32nd Sunday Year C - Homily 2

Homily 2 - 2010

Last Monday was All Souls Day; Tuesday was All Saints. A couple of weeks ago we celebrated St Mary McKillop – and every Eucharist is a celebration of Jesus’ resurrection and of all that that means.

In a sense, we have been looking ahead. But, in Jesus’ mind, the whole point of looking ahead is to look more seriously at the task of the now. We don‘t know much about the future and what awaits us, - and, unfortunately, the way that some people talk about it serves only to trivialise it.

When Jesus spoke of eternal life, sometimes he used the future tense; sometimes he used the present tense. We can live eternal life now. In fact, how we live eternal life now determines how we will live eternal life then. What matters is that we are clear about what constitutes eternal life in our present ways of living.

As far as Jesus was concerned, eternal life – whether lived before death or after death – consists, primarily, in believing in him and believing in the Father.

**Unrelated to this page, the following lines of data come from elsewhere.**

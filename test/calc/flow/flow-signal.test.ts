import { expect, test } from 'vitest';
import { characteristicSeen, differencePressureOf } from '../../../src/lib/calc/flow/flow-signal';
import { agreesWith } from '../../support/printed';

// By hand: dp/span = (I - 4)/16 for a linear transmitter, and the flow is its root.
test.each([
	[4, '0', '0'],
	[4.16, '1', '10'],
	[4.64, '4', '20'],
	[5, '6.25', '25'],
	[6, '12.5', '35.3553'],
	[8, '25', '50'],
	[12, '50', '70.7107'],
	[16, '75', '86.6025'],
	[20, '100', '100'],
	[20.4, '102.5', '101.2423'],
])('%d mA is %s %% of difference pressure and %s %% of flow', (mA, dp, flow) => {
	const part = differencePressureOf(mA * 1e-3, 1, 'linear');
	expect(agreesWith(part * 100, dp)).toBe(true);
	expect(agreesWith(Math.sqrt(part) * 100, flow)).toBe(true);
});

test('a root-extracting transmitter at 12 mA stands at half the flow, a quarter of the difference pressure', () => {
	expect(differencePressureOf(12e-3, 1000, 'root')).toBeCloseTo(250, 9);
});

test('below 4 mA the difference pressure is negative with either setting: a root does not hide it', () => {
	expect(differencePressureOf(3.9e-3, 1000, 'linear')).toBeLessThan(0);
	expect(differencePressureOf(3.9e-3, 1000, 'root')).toBeLessThan(0);
});

// By hand: at a quarter of the span the linear signal is 8 mA, the root 12 mA, the root of the root 15.31 mA.
test.each([
	[8, 'linear'],
	[12, 'root'],
	[15.31, 'root twice'],
	[18, 'neither'],
])('%d mA while a gauge shows a quarter of the span: %s', (mA, seen) => {
	expect(characteristicSeen(mA * 1e-3, 1000, 250)).toBe(seen);
});

test('near zero and near the end of the span nothing can be told', () => {
	expect(characteristicSeen(4.1e-3, 1000, 10)).toBe('cannot tell');
	expect(characteristicSeen(19.9e-3, 1000, 990)).toBe('cannot tell');
});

But when Jesus talked about believing in him, he didn’t mean believing in statements about him – believing doctrines or dogmas. Even the devil believes in that sense. What Jesus meant by believing in him was trusting him, entrusting ourselves to him, living like him. committing ourselves to his project, to his yearning for the Kingdom: thy Kingdom come on earth – just as it is in heaven. That kind of living is eternal on this side of the grave and on the other side of the grave.

As far as Jesus was concerned, living like him meant simply: Love one another as I have loved you. Living eternal life is simply living lovingly – and that’s essentially relationally. Living lovingly is a community affair.

It begins with being loved. It moves beyond that to believing we’re loved, to accepting being loved, to being transformed, being created and freed by love in the process. And the circle is then completed as we become loving and give love. Originating and starting it all is God who is love. When we love – truly love – it’s ultimately God’s love that empowers us – whether we realise it or not. Believing in Jesus, entrusting ourselves to Jesus, means stepping into, being plunged into, being swept up into the infinite ocean of loving energy that is God: God is love.

Loving, now, in this life, makes us who we are. It is this us that lives into eternity, and eternity will simply be more of it – but at an intensity that we can never imagine. Heaven, if we choose to use the familiar word, is simply relationship – people living in love. Saints are simply people alive with love – with the love that all originates in God.

If we want to think of Purgatory in this context, Purgatory is the in-between stage when our hearts, that struggle to open totally in love in this phase of life, painfully let go of all that hindered the surrender we didn’t make – the hurts, the fears, the self-interest, the pride – until finally we can step, liberated and complete, into the fullness of love that is heaven.

That is our destiny. It has already begun. And its texture is being shaped precisely by how we are choosing to live now.